Honestly the argument of comparing ao3 to real books with that content fails b/c those books aren’t about children or marketed towards them. Like you had to be 18+ to see 50 Shades in theaters, elementary books don’t have erotica, I doubt my 13 yr old sister could go to library and rent something nsfw. But sites like ao3 don’t have age markers not to mention are about literally children. There’s no similarities.

phynali:

trashywestallen:

mischief7manager:

notalwaysweak:

vassraptor:

notalwaysweak:

robotslenderman:

jacmirie:

robotslenderman:

uhhh yeah they do, there’s a pretty obvious page that asks you if you’re over 18 to proceed. the only way you *don’t* see that is if you’ve already registered and said you were over 18.

that “proceed” page can literally just link you right to the fic. even without an account. no need to enter any info at all. people lie about their ages online bud

so? don’t enter an adult-only space and be surprised it’s for adults?

Dusty, this building with the giant neon VB sign out the front serves alcohol, how was I supposed to know that was gonna be the case?

also, a thirteen year old absolutely can go to the library and borrow something nsfw in many places. That is their right as a borrower, and often parents have to sign a form acknowledging that the librarians are not responsible for what content kids check out, their parents or guardians are responsible. as in, if you take your thirteen year old sister to the library, it’s your job to make sure she doesn’t borrow fifty shades because it sucks

also, there are adult books that are literally about children but are not for children. lots of them. sometimes authors write books about people without the book being for those people, this is a thing that happens, it has always happened, william shakespeare did not write romeo and juliet as a kids’ play

and if you don’t think people ever lie about their age (or use fake id) to get into 18+ movies (or buy alcohol or cigarettes, or mature rated computer games like gta) when they’re underage, you must only know very, very well-behaved teenagers

Also sometimes there’s a copy of American Psycho in the high school library and neither the librarians nor the parents apparently notice when the seventeen-year-old borrows it and reads it.

That would be the most egregious example I guess. How did that happen? Why would you have that book in a high school library?

I started reading smutty fanfic at about the age of fourteen. Some of it was light, but some of it was stuff I definitely shouldn’t have been reading at that age. Whose fault was that?

Mine.

As inverted as it sounds, give kids some credit. I read all of the warnings hpff.net had to offer. I chose to click on the links marked “mature” and I chose to keep scrolling after reading author’s notes that warned for explicit content. That’s on me, not the people who ran the site, not the people who wrote the fic. It’s not the job of fic housing websites to be parents, babysitters, or moral guardians, and it’s not the job of fic writers to be those things either. If you’re worried about minors being exposed to age-inappropriate content, great! Focus on educating minors about internet safety and making responsible decisions. But blanket “think of the children!” statements don’t actually help .
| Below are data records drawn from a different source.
/// What every producer connection shares.
#[derive(Debug)]
pub(crate) struct IngestShared {
    /// Instruments, in configuration order.
    pub(crate) slots: Vec<Slot>,
    /// Frame size limit once authenticated.
    pub(crate) max_frame: usize,
    /// Ack after this many frames.
    pub(crate) ack_every: usize,
    /// Counters.
    pub(crate) metrics: Arc<Metrics>,
    /// The pool of connections that have not authenticated yet, and the refusal log.
    pub(crate) gate: Arc<Gate>,
    /// TCP keepalive idle time.
    pub(crate) keepalive: Duration,
    /// A frame begun must be complete within this.
    pub(crate) frame_timeout: Duration,
    /// Frames further ahead of the host clock than this are refused, ns.
    pub(crate) max_future_ns: i64,
}

/// Checks a Hello: the token first (compared against every instrument's, so the time taken and the answer
/// are the same for an unknown instrument and a wrong token), then the schema version.
pub(crate) fn authenticate<'a>(slots: &'a [Slot], hello: &pb::Hello) -> Result<&'a Slot, Refusal> {
    let mut found = None;
    for s in slots {
        let token_ok = token_matches(&hello.token, &s.token);
        if token_ok && s.id == hello.instrument {
            found = Some(s);
        }
    }
    let Some(slot) = found else {
        return Err(Refusal::new(pb::RefusalCode::BadToken, NOT_ACCEPTED, 0));
    };
    validate::validate_hello(hello)
        .map_err(|e| Refusal::new(e.refusal_code(), untrusted(&e.to_string()), 0))?;
    Ok(slot)
}

/// What to do with one frame of an authenticated producer.
#[derive(Debug, Clone, PartialEq, Eq)]
pub(crate) enum Verdict {
    /// Hand it to the engine, which will drop `late` of its photons as late.
    Take {
        /// Photons behind the watermark.
        late: u64,
    },
    /// Drop the frame, warn the producer, count its photons as refused; the connection stays open.
    Warn(Refusal, u64),
    /// Refuse and close the connection.
    Close(Refusal),
}

/// The per-connection checks of a producer's frames, without I/O: sequence numbers, validation, the host
/// clock, clock jumps and late photons. `clock` is the instrument's, carried across connections.
#[derive(Debug, Clone)]
pub(crate) struct FrameCheck {
    /// Reorder tolerance, ns.
    pub(crate) reorder_tolerance_ns: i64,
    /// Largest jump ahead of the stream, ns.
    pub(crate) max_clock_jump_ns: i64,
    /// Largest distance ahead of the host clock, ns.
    pub(crate) max_future_ns: i64,
    /// Highest seq seen on this connection.
    pub(crate) last_seq: u64,
    /// Latest time taken on this connection.
    pub(crate) latest_ns: Option<i64>,
}
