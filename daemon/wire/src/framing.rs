//! Length-delimited framing shared by every socket and recording: each protobuf message is preceded by its
//! length as a protobuf varint (the layout of prost's `encode_length_delimited`). Pure functions over bytes:
//! an incomplete frame is "wait for more" (`Ok(None)`), never an error, and a length prefix over the limit
//! is refused before any of the body is awaited.

use bytes::{Buf, BufMut, BytesMut};
use prost::Message;

use crate::pb::RefusalCode;

/// Largest frame body accepted unless configured otherwise, bytes (the varint prefix not included).
pub const DEFAULT_MAX_FRAME_BYTES: usize = 4 * 1024 * 1024;

/// Longest valid varint: ten bytes carry 64 bits.
pub const MAX_VARINT_LEN: usize = 10;

/// Why bytes could not be framed or unframed.
#[derive(Debug, Clone, PartialEq, Eq, thiserror::Error)]
pub enum FrameError {
    /// The frame body is (or announces itself as) longer than the limit.
    #[error("frame of {size} bytes exceeds the limit of {max} bytes")]
    TooLarge {
        /// Size of the body, announced by the prefix when decoding or measured when encoding, bytes.
        size: u64,
        /// The configured limit, bytes.
        max: usize,
    },
    /// The length prefix is not a varint: more than ten bytes, or a value over 64 bits.
    #[error("length prefix is not a valid varint (over {MAX_VARINT_LEN} bytes or over 64 bits)")]
    BadLengthPrefix,
    /// The body does not decode as the expected message; carries prost's error.
    #[error("frame body does not decode: {0}")]
    Malformed(prost::DecodeError),
    /// The output buffer cannot take the whole frame.
    #[error("output buffer has room for {remaining} bytes, the frame needs {needed}")]
    BufferFull {
        /// Bytes the frame needs, prefix included.
        needed: usize,
        /// Bytes the buffer can still take.
        remaining: usize,
    },
}

impl FrameError {
    /// The refusal code the daemon sends for this error before closing the connection.
    pub fn refusal_code(&self) -> RefusalCode {
        match self {
            Self::TooLarge { .. } => RefusalCode::FrameTooLarge,
            Self::BadLengthPrefix | Self::Malformed(_) | Self::BufferFull { .. } => {
                RefusalCode::MalformedFrame
            }
        }
    }
}

/// Where a frame's body lies, from its decoded length prefix.
#[derive(Debug, Clone, Copy, PartialEq, Eq)]
pub struct FrameHeader {
    /// Bytes taken by the varint prefix.
    pub prefix_len: usize,
    /// Bytes of the body announced by the prefix.
    pub body_len: usize,
}

impl FrameHeader {
    /// Bytes of the whole frame, prefix and body.
    pub fn total_len(&self) -> usize {
        self.prefix_len + self.body_len
    }
}

/// Reads the length prefix at the start of `buf`.
///
/// `Ok(None)` when the prefix itself is not complete yet. A complete prefix announcing more than
/// `max_frame` bytes is [`FrameError::TooLarge`], whether or not the body has arrived.
pub fn frame_header(buf: &[u8], max_frame: usize) -> Result<Option<FrameHeader>, FrameError> {
    let Some((len, prefix_len)) = decode_varint(buf)? else {
        return Ok(None);
    };
    match usize::try_from(len) {
        Ok(body_len) if body_len <= max_frame => Ok(Some(FrameHeader { prefix_len, body_len })),
        _ => Err(FrameError::TooLarge {
            size: len,
            max: max_frame,
        }),
    }
}

/// Decodes one varint from the start of `buf`: `Ok(None)` if it is cut short, else the value and the bytes
/// it took. Accepts non-minimal encodings, as prost does.
fn decode_varint(buf: &[u8]) -> Result<Option<(u64, usize)>, FrameError> {
    let mut value: u64 = 0;
    for (i, &byte) in buf.iter().take(MAX_VARINT_LEN).enumerate() {
        // The tenth byte holds bit 63 only; anything more overflows 64 bits.
        if i == MAX_VARINT_LEN - 1 && byte > 1 {
            return Err(FrameError::BadLengthPrefix);
        }
        value |= u64::from(byte & 0x7f) << (7 * i);
        if byte & 0x80 == 0 {
            return Ok(Some((value, i + 1)));
        }
    }
    if buf.len() >= MAX_VARINT_LEN {
        // Ten bytes, all with the continuation bit set.
        return Err(FrameError::BadLengthPrefix);
    }
    Ok(None)
}

/// Bytes `msg` takes as a frame, prefix included.
pub fn frame_len<M: Message>(msg: &M) -> usize {
    let body = msg.encoded_len();
    prost::length_delimiter_len(body) + body
}

/// Appends `msg` as one frame (varint length, then the body) to `out`.
///
/// Refuses a body longer than `max_frame` ([`FrameError::TooLarge`]) and an `out` without room for the whole
/// frame ([`FrameError::BufferFull`]); in both cases nothing is written.
pub fn encode_frame<M: Message>(msg: &M, max_frame: usize, out: &mut impl BufMut) -> Result<(), FrameError> {
    let body = msg.encoded_len();
    if body > max_frame {
        return Err(FrameError::TooLarge {
            size: body as u64,
            max: max_frame,
        });
    }
    let needed = prost::length_delimiter_len(body) + body;
    let remaining = out.remaining_mut();
    if remaining < needed {
        return Err(FrameError::BufferFull { needed, remaining });
    }
    // Cannot fail: capacity was checked above, and that is prost's only encode error.
    msg.encode_length_delimited(out)
        .map_err(|_| FrameError::BufferFull { needed, remaining })
}

/// Decodes one frame from the start of `buf`.
///
/// `Ok(None)`: the frame is incomplete, wait for more bytes. `Ok(Some((msg, consumed)))`: the message and
/// the bytes it took (prefix and body); bytes after it are left for the next call.
pub fn decode_frame<M: Message + Default>(
    buf: &[u8],
    max_frame: usize,
) -> Result<Option<(M, usize)>, FrameError> {
    let Some(header) = frame_header(buf, max_frame)? else {
        return Ok(None);
    };
    let total = header.total_len();
    let Some(body) = buf.get(header.prefix_len..total) else {
        return Ok(None);
    };
    let msg = M::decode(body).map_err(FrameError::Malformed)?;
    Ok(Some((msg, total)))
}

/// A frame decoder over a growing byte buffer, for a stream codec (the daemon wraps it in a
/// `tokio_util::codec::Decoder`). Holds only the size limit; the buffer belongs to the caller.
#[derive(Debug, Clone, Copy, PartialEq, Eq)]
pub struct FrameDecoder {
    max_frame: usize,
}

impl Default for FrameDecoder {
    fn default() -> Self {
        Self::new(DEFAULT_MAX_FRAME_BYTES)
    }
}

impl FrameDecoder {
    /// A decoder refusing frame bodies longer than `max_frame` bytes.
    pub fn new(max_frame: usize) -> Self {
        Self { max_frame }
    }

    /// The size limit, bytes of body.
    pub fn max_frame(&self) -> usize {
        self.max_frame
    }

    /// Takes one frame off the front of `src`.
    ///
    /// `Ok(None)` leaves `src` untouched (wait for more bytes). A complete frame is split off `src` whether
    /// its body decodes or not, so after [`FrameError::Malformed`] the stream is still in step; after
    /// [`FrameError::TooLarge`] or [`FrameError::BadLengthPrefix`] it is not, and the connection should close.
    pub fn decode_from<M: Message + Default>(&self, src: &mut BytesMut) -> Result<Option<M>, FrameError> {
        let Some(header) = frame_header(src, self.max_frame)? else {
            return Ok(None);
        };
        if src.len() < header.total_len() {
            return Ok(None);
        }
        let mut frame = src.split_to(header.total_len());
        frame.advance(header.prefix_len);
        M::decode(frame.freeze()).map(Some).map_err(FrameError::Malformed)
    }

    /// Total bytes (prefix and body) of the frame at the front of `src`, once its prefix is complete; lets a
    /// codec reserve buffer space for the whole frame in one step.
    pub fn pending_frame_len(&self, src: &[u8]) -> Result<Option<usize>, FrameError> {
        Ok(frame_header(src, self.max_frame)?.map(|h| h.total_len()))
    }
}

#[cfg(test)]
#[allow(clippy::unwrap_used)] // tests may unwrap: a panic is the failure report
mod tests {
    use super::*;
    use crate::pb;
    use crate::testdata;

    fn check_round_trip<M: Message + Default + PartialEq + std::fmt::Debug>(msg: &M) {
        let mut buf = Vec::new();
        encode_frame(msg, DEFAULT_MAX_FRAME_BYTES, &mut buf).unwrap();
        // Same bytes as prost's own length-delimited encoding.
        assert_eq!(buf, msg.encode_length_delimited_to_vec());
        assert_eq!(buf.len(), frame_len(msg));
        for split in 0..buf.len() {
            let got: Option<(M, usize)> = decode_frame(&buf[..split], DEFAULT_MAX_FRAME_BYTES).unwrap();
            assert!(got.is_none(), "split at {split} of {} decoded a frame", buf.len());
        }
        let (got, used): (M, usize) = decode_frame(&buf, DEFAULT_MAX_FRAME_BYTES).unwrap().unwrap();
        assert_eq!(&got, msg);
        assert_eq!(used, buf.len());
        // Two frames back to back: the first call consumes exactly the first.
        let mut two = buf.clone();
        two.extend_from_slice(&buf);
        let (_, used): (M, usize) = decode_frame(&two, DEFAULT_MAX_FRAME_BYTES).unwrap().unwrap();
        assert_eq!(used, buf.len());
    }

    #[test]
    fn every_producer_frame_round_trips() {
        for frame in testdata::producer_frames() {
            check_round_trip(&frame);
        }
        check_round_trip(&testdata::hello());
        check_round_trip(&testdata::full_batch(1, 1000, 50));
        check_round_trip(&testdata::status());
        // An empty frame is a zero-length body: one prefix byte.
        check_round_trip(&pb::ProducerFrame::default());
    }

    #[test]
    fn every_reply_and_subscriber_message_round_trips() {
        for reply in testdata::ingest_replies() {
            check_round_trip(&reply);
        }
        for req in testdata::subscriber_requests() {
            check_round_trip(&req);
        }
        for frame in testdata::subscriber_frames() {
            check_round_trip(&frame);
        }
        // The populated alert really is populated: every sub-message present.
        let alert = testdata::full_alert();
        assert!(alert.trigger.is_some() && alert.assessment.is_some() && alert.latency.is_some());
        assert!(alert.assessment.as_ref().unwrap().fit.is_some());
    }

    #[test]
    fn frame_decoder_splits_consumed_bytes() {
        let frames = testdata::producer_frames();
        let mut stream = Vec::new();
        for f in &frames {
            encode_frame(f, DEFAULT_MAX_FRAME_BYTES, &mut stream).unwrap();
        }
        // Feed the stream in 7-byte pieces, as a socket might deliver it.
        let dec = FrameDecoder::default();
        let mut src = BytesMut::new();
        let mut got = Vec::new();
        for chunk in stream.chunks(7) {
            src.extend_from_slice(chunk);
            while let Some(f) = dec.decode_from::<pb::ProducerFrame>(&mut src).unwrap() {
                got.push(f);
            }
        }
        assert_eq!(got, frames);
        assert!(src.is_empty());
    }

    #[test]
    fn pending_frame_len_reports_whole_frame() {
        let frame = testdata::producer_frames().remove(1);
        let mut buf = Vec::new();
        encode_frame(&frame, DEFAULT_MAX_FRAME_BYTES, &mut buf).unwrap();
        let dec = FrameDecoder::new(DEFAULT_MAX_FRAME_BYTES);
        assert_eq!(dec.pending_frame_len(&buf[..3]).unwrap(), Some(buf.len()));
        assert_eq!(dec.pending_frame_len(&buf[..0]).unwrap(), None);
    }

    #[test]
    fn oversize_prefix_is_refused_before_body_arrives() {
        // Prefix announcing 1000 bytes, no body at all.
        let mut buf = Vec::new();
        prost::encode_length_delimiter(1000, &mut buf).unwrap();
        let err = decode_frame::<pb::ProducerFrame>(&buf, 999).unwrap_err();
        assert_eq!(err, FrameError::TooLarge { size: 1000, max: 999 });
        let text = err.to_string();
        assert!(text.contains("999") && text.contains("1000"), "{text}");
        assert_eq!(err.refusal_code(), RefusalCode::FrameTooLarge);
        // At the limit exactly it waits for the body instead.
        assert_eq!(decode_frame::<pb::ProducerFrame>(&buf, 1000).unwrap(), None);
        // A huge 64-bit length is refused too, with the announced size.
        let huge = [0xff, 0xff, 0xff, 0xff, 0xff, 0xff, 0xff, 0xff, 0xff, 0x01];
        let err = decode_frame::<pb::ProducerFrame>(&huge, 4).unwrap_err();
        assert_eq!(
            err,
            FrameError::TooLarge {
                size: u64::MAX,
                max: 4
            }
        );
    }

    #[test]
    fn encode_refuses_oversize_and_full_buffers() {
        let frame = pb::ProducerFrame {
            body: Some(pb::producer_frame::Body::Batch(testdata::full_batch(1, 0, 100))),
        };
        let body = frame.encoded_len();
        let mut out = Vec::new();
        let err = encode_frame(&frame, body - 1, &mut out).unwrap_err();
        assert_eq!(
            err,
            FrameError::TooLarge {
                size: body as u64,
                max: body - 1
            }
        );
        assert!(out.is_empty());
        let mut small = [0u8; 16];
        let err = encode_frame(&frame, body, &mut &mut small[..]).unwrap_err();
        assert_eq!(
            err,
            FrameError::BufferFull {
                needed: frame_len(&frame),
                remaining: 16
            }
        );
    }

    #[test]
    fn malformed_varints_are_errors() {
        // Eleven continuation bytes: never terminates within ten.
        let endless = [0x80u8; 11];
        assert_eq!(
            decode_frame::<pb::ProducerFrame>(&endless, 100),
            Err(FrameError::BadLengthPrefix)
        );
        // Exactly ten continuation bytes is already known bad.
        assert_eq!(
            decode_frame::<pb::ProducerFrame>(&endless[..10], 100),
            Err(FrameError::BadLengthPrefix)
        );
        // Nine is still "wait for more".
        assert_eq!(decode_frame::<pb::ProducerFrame>(&endless[..9], 100), Ok(None));
        // The tenth byte may only carry bit 63.
        let mut overflow = [0xffu8; 10];
        overflow[9] = 0x02;
        assert_eq!(
            decode_frame::<pb::ProducerFrame>(&overflow, 100),
            Err(FrameError::BadLengthPrefix)
        );
        // Non-minimal but valid: 0x85 0x00 is 5.
        assert_eq!(
            frame_header(&[0x85, 0x00], 100).unwrap(),
            Some(FrameHeader {
                prefix_len: 2,
                body_len: 5
            })
        );
    }

    #[test]
    fn undecodable_body_is_malformed_with_prost_text() {
        // Field 1 (hello), wire type 2, announcing 5 bytes inside a 2-byte body.
        let buf = [0x02, 0x0a, 0x05];
        let err = decode_frame::<pb::ProducerFrame>(&buf, 100).unwrap_err();
        let FrameError::Malformed(inner) = &err else {
            panic!("expected Malformed, got {err:?}")
        };
        assert!(err.to_string().contains(&inner.to_string()));
        assert_eq!(err.refusal_code(), RefusalCode::MalformedFrame);
        // The decoder still consumes the malformed frame, keeping the stream in step.
        let mut src = BytesMut::from(&buf[..]);
        src.extend_from_slice(&[0x00]);
        let dec = FrameDecoder::new(100);
        assert!(dec.decode_from::<pb::ProducerFrame>(&mut src).is_err());
        assert_eq!(&src[..], &[0x00]);
        assert_eq!(
            dec.decode_from::<pb::ProducerFrame>(&mut src).unwrap(),
            Some(pb::ProducerFrame::default())
        );
    }
}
Children absolutely can gt NSFW content at just about any age from libraries and bookstores. I read my first NSFW romance novel at 12. It was from the library, my nine year old sisters were going and I just asked them to get a book to read and they brought that back. And I got to read words like cock, throbbing manhood, etc…at the tender age of 12.

I continued to read bodie ripper romance novels for the next several years. I bought them used with my own allowance from the local convinience store.

The only people who cared that I was reading these books were my male peers who thought it might give me improper expectations about relationships. And before you ask my mother knew what kind of stuff they had in bodice rippers. She didn’t care she figured bodice rippers only appealed to jr high aged girls anyway.

I somehow managed to rent what should’ve been rated 18+ anime (not hentai but wow was there definitely sexual content despite not being actual sex, and it was violent sexual content at that) when I was 7 years old from our local video store because it was “a cartoon” and they didn’t bother to give ratings to anime when I was a kid.

My fucking 7th grade English class had to read a book set on the premise that a girl runs away at age 13 after an attempted rape, with the rape attempt awkwardly described in the narrative and we had to read this shit out loud in class. 

I got my older sister to buy me manga that was 18+ starting when I was 15-16 from the stores that actually checked IDs. I had my first drink of alcohol at 12 and could readily get my hands on it (if I wanted it) by 14-15. I started lying about my age online by the time I was 13? And I was a “very well-behaved teenager” almost to the point of being stuffy and boring, by all accounts.

Young people can and do get access to things they want if they aim to, and that’s on them if they seek it out. Well, them and their parents and guardians. I probably could have pulled bodice rippers off the shelf at home and read them because seriously, my mother had about a million crappy romance novels laying around the house that we weren’t supposed to read but easily could have.

AO3 is no different to this. And beyond that, it actually has tags and warnings that let young readers (who choose to bypass these systems) know what they’re getting into, and which they can use to avoid content that they aren’t ready for or which makes them uncomfortable.  Which again, is a lot more than my 7-year-old self got from my local video store, or my 13-year-old self got when I first discovered FF.net.